Exercise objective:
Scan the entries below. Report each line where the string "after" occurs.

Data for this task:
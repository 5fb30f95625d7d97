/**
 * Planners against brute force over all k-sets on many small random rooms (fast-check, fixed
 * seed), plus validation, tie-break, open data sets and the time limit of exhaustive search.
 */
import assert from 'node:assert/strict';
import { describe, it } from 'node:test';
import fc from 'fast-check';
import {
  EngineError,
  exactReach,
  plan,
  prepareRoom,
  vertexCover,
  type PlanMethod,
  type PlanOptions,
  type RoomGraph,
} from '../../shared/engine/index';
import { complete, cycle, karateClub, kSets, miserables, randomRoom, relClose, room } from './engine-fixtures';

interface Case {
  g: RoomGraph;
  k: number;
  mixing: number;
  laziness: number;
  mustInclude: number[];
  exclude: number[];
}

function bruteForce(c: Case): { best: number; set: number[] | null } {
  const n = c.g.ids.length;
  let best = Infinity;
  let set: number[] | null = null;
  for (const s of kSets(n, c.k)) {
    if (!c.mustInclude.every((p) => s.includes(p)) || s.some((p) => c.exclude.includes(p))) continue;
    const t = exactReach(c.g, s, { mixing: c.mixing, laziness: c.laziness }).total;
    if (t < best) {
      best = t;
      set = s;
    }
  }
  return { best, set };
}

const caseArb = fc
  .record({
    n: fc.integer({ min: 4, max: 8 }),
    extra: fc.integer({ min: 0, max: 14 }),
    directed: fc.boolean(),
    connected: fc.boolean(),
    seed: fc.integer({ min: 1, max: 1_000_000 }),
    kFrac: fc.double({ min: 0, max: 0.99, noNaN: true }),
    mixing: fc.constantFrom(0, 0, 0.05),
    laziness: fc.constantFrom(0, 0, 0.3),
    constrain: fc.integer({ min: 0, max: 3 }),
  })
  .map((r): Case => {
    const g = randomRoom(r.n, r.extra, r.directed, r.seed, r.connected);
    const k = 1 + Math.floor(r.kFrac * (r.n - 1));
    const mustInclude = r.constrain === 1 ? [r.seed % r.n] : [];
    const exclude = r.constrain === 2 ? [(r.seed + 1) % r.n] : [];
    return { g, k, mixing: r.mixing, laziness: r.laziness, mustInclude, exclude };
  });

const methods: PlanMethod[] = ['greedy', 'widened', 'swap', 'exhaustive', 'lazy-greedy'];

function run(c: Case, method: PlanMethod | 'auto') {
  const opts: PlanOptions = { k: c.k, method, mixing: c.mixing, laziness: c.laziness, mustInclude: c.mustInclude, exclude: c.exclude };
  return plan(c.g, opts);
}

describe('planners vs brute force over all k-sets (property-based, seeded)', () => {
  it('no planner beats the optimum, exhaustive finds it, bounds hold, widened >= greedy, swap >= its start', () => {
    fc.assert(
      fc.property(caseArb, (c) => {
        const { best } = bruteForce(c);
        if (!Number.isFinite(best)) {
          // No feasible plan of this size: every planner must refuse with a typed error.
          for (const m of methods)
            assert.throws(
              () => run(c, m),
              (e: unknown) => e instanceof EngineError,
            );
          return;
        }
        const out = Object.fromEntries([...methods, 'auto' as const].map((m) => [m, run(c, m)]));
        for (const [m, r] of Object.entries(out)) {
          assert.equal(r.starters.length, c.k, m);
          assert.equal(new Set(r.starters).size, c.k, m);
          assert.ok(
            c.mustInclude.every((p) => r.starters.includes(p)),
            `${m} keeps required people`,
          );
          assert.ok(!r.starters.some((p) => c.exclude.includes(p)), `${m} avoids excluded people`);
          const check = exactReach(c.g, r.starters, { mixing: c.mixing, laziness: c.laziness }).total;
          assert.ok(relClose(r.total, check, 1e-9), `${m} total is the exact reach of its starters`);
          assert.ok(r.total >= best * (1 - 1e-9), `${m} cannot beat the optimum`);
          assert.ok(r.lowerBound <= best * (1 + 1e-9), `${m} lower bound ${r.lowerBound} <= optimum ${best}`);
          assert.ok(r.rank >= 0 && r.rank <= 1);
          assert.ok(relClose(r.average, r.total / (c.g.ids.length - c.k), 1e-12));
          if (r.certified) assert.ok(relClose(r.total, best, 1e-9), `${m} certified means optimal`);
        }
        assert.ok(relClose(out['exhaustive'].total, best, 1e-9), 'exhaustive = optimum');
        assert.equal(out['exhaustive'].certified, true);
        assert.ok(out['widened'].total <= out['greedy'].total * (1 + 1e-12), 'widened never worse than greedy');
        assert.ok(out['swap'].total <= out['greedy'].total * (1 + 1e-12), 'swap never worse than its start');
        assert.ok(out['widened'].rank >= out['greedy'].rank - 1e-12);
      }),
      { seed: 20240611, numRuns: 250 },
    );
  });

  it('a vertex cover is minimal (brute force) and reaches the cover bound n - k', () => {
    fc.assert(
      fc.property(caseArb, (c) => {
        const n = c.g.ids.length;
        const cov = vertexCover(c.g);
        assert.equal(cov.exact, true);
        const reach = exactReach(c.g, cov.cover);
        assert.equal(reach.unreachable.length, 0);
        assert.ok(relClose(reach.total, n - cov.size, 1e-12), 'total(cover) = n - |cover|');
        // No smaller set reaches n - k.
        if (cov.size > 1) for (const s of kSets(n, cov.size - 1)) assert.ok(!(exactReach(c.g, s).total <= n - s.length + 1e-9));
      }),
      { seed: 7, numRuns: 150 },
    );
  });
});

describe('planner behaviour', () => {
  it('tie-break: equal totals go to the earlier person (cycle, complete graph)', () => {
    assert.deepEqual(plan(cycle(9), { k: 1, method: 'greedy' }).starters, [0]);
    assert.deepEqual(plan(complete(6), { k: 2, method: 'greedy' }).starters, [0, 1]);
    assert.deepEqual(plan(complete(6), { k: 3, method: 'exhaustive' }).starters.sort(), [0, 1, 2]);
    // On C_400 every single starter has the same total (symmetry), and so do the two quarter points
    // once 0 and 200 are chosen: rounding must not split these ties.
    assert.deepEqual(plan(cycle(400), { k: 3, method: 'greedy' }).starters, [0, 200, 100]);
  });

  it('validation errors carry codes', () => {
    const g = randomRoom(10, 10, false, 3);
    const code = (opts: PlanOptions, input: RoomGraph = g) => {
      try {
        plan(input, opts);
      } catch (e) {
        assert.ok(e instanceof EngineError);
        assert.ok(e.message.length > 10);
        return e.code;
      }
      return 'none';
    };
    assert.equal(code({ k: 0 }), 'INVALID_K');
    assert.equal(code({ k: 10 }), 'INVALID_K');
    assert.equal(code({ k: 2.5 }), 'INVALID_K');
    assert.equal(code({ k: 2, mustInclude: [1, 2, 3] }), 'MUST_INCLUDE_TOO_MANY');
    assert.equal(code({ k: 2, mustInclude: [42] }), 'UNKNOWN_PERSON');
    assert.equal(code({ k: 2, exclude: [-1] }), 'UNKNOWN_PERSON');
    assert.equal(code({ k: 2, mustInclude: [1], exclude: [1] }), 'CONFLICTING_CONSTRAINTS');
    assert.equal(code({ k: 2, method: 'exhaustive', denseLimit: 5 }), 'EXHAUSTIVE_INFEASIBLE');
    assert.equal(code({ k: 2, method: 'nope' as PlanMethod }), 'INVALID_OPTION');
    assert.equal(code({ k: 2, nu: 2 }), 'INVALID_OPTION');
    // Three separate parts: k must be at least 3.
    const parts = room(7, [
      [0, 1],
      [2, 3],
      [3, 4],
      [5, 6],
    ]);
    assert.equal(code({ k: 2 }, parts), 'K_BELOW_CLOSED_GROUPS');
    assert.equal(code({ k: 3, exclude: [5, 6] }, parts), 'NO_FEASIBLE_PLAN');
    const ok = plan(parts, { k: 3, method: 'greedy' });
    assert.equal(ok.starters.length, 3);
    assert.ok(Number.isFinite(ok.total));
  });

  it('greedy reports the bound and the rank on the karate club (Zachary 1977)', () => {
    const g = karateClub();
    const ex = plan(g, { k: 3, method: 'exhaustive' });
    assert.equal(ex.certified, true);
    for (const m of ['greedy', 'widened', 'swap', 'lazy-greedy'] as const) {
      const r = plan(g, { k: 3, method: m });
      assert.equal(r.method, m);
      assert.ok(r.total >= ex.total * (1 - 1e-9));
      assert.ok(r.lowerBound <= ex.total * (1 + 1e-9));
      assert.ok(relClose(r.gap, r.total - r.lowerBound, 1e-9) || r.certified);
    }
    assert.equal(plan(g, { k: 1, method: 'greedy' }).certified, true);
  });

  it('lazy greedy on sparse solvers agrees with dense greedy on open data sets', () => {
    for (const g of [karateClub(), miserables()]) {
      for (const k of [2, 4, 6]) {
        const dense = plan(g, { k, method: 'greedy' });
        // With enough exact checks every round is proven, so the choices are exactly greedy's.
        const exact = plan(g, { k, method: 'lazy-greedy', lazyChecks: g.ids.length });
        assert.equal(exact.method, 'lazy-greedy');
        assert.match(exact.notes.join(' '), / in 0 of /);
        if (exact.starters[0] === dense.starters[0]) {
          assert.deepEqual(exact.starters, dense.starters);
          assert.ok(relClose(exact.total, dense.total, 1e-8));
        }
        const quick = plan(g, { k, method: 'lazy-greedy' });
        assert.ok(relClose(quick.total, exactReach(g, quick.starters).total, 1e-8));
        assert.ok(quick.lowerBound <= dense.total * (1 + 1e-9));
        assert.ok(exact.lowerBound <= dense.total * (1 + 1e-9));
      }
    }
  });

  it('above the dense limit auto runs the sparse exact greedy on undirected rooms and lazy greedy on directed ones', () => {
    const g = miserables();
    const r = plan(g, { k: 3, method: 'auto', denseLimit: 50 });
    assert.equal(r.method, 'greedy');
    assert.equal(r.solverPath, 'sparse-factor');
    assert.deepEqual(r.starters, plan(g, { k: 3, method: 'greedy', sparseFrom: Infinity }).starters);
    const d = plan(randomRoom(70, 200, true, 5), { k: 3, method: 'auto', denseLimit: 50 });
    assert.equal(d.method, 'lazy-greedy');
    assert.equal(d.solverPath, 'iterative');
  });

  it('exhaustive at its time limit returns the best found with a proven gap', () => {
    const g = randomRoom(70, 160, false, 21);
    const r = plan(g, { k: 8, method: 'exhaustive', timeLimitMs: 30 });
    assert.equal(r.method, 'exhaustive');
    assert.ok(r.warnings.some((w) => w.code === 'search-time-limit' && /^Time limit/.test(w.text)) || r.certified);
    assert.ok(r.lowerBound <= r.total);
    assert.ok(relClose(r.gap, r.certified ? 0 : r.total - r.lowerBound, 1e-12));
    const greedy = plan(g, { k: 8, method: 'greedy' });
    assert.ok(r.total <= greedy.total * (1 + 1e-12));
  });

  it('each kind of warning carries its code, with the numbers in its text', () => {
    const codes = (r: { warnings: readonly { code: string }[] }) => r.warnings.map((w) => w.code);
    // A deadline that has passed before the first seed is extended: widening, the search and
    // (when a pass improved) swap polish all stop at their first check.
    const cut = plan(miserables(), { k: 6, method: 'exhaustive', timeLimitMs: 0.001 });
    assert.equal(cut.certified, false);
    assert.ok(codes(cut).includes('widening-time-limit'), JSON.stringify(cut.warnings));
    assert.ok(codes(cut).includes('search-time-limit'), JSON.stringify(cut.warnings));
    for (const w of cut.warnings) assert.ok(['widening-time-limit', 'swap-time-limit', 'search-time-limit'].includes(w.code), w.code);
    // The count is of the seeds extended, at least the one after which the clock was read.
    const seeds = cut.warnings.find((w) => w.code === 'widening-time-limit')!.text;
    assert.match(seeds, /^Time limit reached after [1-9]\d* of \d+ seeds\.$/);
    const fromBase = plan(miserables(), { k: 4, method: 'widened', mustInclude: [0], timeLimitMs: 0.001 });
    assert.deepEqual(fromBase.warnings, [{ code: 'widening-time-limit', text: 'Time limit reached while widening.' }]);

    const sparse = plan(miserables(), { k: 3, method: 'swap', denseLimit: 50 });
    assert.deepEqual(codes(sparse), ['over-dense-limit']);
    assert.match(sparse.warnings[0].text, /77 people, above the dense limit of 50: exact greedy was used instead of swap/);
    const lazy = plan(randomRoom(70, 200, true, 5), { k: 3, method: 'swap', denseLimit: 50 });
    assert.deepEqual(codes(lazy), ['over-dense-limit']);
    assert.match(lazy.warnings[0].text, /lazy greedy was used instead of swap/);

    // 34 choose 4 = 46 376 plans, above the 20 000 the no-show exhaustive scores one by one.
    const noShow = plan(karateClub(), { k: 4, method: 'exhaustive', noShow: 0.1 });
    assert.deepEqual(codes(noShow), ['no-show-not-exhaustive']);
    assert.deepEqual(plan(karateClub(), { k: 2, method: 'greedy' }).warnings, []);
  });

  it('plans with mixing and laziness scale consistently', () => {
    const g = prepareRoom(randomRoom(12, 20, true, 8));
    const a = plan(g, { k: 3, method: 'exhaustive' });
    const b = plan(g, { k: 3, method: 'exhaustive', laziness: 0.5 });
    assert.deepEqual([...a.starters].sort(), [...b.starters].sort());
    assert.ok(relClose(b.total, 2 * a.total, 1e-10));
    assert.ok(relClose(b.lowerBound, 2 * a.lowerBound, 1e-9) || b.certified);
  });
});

--

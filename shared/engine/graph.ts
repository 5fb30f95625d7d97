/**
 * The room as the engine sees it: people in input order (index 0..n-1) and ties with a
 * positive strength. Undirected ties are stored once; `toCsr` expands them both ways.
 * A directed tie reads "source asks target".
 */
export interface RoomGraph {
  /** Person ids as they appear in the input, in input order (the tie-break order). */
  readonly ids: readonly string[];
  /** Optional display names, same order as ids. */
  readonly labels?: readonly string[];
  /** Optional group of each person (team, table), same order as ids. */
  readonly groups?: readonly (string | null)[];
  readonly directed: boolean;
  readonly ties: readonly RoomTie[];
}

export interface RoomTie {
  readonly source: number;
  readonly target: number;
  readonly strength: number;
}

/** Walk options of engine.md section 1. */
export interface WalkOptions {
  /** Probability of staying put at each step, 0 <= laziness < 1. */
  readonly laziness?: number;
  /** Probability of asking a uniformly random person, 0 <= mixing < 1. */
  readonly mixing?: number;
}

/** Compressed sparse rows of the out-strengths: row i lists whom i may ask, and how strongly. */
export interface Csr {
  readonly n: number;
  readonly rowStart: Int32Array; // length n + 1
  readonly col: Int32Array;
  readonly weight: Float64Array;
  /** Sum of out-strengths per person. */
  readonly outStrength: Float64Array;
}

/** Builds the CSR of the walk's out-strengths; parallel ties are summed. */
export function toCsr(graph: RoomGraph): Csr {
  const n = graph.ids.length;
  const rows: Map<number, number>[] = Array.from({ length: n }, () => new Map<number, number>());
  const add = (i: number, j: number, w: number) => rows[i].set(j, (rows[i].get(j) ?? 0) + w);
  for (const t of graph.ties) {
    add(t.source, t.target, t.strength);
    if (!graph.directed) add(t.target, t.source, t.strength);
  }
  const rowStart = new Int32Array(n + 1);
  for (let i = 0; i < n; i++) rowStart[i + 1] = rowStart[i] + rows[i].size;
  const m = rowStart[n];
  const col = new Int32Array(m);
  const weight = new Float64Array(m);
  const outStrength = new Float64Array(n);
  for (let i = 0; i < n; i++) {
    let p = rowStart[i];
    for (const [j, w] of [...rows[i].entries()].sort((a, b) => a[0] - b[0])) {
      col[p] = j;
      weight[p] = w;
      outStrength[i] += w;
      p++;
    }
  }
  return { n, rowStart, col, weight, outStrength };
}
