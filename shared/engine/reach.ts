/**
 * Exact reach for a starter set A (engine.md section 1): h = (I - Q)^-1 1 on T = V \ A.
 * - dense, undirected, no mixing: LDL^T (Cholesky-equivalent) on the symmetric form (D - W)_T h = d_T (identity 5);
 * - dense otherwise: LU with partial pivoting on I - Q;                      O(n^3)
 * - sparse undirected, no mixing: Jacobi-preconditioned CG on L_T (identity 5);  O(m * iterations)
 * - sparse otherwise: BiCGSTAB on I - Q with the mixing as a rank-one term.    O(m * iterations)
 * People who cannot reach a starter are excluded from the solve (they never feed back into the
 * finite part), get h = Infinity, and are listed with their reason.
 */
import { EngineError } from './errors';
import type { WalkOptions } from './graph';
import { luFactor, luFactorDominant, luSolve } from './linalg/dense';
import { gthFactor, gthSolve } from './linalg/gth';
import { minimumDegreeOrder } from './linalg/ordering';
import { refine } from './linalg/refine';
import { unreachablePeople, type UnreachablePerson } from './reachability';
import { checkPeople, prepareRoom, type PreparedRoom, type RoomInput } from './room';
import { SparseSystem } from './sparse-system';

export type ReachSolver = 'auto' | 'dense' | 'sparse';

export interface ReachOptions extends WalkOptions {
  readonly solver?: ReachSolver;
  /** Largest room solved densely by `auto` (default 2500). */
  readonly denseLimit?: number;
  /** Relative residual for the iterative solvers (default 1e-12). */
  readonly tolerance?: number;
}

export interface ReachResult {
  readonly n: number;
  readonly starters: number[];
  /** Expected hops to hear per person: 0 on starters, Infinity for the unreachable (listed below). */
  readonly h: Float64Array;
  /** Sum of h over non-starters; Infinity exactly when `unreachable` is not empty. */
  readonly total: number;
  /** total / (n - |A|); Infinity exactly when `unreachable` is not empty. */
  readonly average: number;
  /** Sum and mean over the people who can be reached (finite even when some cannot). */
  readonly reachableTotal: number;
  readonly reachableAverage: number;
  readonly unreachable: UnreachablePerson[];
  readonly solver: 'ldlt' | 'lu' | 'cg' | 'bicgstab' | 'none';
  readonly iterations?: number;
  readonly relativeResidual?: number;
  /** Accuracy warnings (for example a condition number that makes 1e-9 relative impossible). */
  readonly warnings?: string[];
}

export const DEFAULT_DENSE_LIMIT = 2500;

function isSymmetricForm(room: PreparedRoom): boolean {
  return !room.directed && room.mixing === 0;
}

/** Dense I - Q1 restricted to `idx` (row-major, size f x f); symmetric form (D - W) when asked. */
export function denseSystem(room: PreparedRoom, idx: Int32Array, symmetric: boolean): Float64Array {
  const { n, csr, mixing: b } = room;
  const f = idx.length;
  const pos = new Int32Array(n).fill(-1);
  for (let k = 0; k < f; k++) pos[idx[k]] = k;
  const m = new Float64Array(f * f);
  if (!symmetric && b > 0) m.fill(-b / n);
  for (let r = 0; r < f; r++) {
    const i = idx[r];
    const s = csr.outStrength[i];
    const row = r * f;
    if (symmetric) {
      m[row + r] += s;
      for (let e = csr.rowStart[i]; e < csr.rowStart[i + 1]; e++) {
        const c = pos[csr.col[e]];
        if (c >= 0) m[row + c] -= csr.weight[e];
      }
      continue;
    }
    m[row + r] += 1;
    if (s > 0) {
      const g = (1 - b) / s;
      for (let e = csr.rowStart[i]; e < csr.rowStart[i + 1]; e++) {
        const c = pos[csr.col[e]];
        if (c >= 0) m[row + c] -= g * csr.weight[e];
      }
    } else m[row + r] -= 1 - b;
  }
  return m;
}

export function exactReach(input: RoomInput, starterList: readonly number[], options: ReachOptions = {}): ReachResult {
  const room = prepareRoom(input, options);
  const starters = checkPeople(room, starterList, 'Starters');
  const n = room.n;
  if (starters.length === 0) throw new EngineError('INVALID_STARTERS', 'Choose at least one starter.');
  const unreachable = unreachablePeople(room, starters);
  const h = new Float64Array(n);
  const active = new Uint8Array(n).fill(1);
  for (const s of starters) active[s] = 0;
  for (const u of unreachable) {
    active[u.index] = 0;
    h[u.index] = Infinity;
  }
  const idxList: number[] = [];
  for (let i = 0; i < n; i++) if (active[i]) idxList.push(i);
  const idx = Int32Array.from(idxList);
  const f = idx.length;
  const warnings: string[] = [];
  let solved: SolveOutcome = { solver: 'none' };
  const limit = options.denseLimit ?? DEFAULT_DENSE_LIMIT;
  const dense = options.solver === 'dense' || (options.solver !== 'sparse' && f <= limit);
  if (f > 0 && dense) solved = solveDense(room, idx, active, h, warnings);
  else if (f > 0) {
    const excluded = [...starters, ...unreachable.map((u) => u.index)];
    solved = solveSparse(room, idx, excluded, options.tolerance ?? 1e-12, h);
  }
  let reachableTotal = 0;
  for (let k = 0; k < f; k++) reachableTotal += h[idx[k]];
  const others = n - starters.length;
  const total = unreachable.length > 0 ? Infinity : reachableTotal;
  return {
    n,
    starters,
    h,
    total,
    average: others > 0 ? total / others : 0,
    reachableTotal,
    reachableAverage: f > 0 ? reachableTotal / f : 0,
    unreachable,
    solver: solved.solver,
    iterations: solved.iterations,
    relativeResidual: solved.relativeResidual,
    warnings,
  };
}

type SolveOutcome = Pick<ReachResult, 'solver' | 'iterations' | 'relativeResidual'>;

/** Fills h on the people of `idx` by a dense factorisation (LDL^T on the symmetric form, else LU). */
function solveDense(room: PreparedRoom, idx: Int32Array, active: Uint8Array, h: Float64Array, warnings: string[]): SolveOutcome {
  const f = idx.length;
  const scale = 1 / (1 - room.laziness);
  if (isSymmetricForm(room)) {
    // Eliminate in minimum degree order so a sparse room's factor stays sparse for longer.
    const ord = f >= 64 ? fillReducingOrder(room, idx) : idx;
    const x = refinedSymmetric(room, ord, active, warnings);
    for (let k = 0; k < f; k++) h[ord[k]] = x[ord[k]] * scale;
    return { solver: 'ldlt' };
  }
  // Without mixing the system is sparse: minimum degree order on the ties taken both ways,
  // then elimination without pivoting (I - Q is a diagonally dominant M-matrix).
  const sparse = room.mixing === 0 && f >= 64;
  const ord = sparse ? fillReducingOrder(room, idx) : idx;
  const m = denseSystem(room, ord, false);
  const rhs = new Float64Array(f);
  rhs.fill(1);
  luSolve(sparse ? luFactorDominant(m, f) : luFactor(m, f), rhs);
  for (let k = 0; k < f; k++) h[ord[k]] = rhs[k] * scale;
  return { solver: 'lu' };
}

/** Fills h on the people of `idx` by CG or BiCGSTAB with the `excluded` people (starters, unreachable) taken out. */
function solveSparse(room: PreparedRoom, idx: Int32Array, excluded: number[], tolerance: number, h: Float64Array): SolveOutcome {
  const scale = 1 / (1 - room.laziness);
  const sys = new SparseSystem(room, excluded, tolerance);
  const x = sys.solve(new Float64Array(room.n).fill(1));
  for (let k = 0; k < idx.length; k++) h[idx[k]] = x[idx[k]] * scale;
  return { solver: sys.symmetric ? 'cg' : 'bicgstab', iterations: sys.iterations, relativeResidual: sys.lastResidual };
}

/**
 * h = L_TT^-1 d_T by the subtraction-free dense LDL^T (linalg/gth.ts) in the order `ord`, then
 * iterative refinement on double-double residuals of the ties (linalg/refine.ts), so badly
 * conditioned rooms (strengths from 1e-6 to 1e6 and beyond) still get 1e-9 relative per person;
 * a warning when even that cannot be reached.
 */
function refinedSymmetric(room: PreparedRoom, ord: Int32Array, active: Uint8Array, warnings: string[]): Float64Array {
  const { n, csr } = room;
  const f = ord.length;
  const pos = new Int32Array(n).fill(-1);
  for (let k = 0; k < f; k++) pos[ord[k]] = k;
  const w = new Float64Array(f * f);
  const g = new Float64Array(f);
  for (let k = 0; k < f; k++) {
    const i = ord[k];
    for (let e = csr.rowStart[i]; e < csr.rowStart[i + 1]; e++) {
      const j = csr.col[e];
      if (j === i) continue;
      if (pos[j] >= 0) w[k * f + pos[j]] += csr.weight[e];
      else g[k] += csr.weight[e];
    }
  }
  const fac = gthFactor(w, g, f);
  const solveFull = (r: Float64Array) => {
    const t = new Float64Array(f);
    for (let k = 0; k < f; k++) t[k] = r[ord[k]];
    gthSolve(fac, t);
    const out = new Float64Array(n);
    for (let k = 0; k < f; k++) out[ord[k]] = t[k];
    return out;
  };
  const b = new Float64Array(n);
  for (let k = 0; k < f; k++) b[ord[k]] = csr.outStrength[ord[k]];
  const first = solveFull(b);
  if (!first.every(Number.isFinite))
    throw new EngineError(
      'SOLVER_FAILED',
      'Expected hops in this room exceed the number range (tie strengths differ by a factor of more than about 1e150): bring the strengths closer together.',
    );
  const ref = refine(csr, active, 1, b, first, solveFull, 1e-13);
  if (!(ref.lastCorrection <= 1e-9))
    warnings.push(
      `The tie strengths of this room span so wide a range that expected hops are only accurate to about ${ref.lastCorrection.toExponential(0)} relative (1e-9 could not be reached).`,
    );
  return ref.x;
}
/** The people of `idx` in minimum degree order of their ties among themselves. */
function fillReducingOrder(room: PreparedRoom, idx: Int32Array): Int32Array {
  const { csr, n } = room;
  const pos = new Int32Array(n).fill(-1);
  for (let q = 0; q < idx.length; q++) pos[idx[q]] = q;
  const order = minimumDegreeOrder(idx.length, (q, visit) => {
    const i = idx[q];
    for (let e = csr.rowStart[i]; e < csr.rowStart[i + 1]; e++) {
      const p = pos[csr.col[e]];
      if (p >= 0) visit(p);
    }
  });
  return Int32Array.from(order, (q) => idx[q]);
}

Expected output:
    // The count is of the seeds extended, at least the one after which the clock was read.
    assert.match(seeds, /^Time limit reached after [1-9]\d* of \d+ seeds\.$/);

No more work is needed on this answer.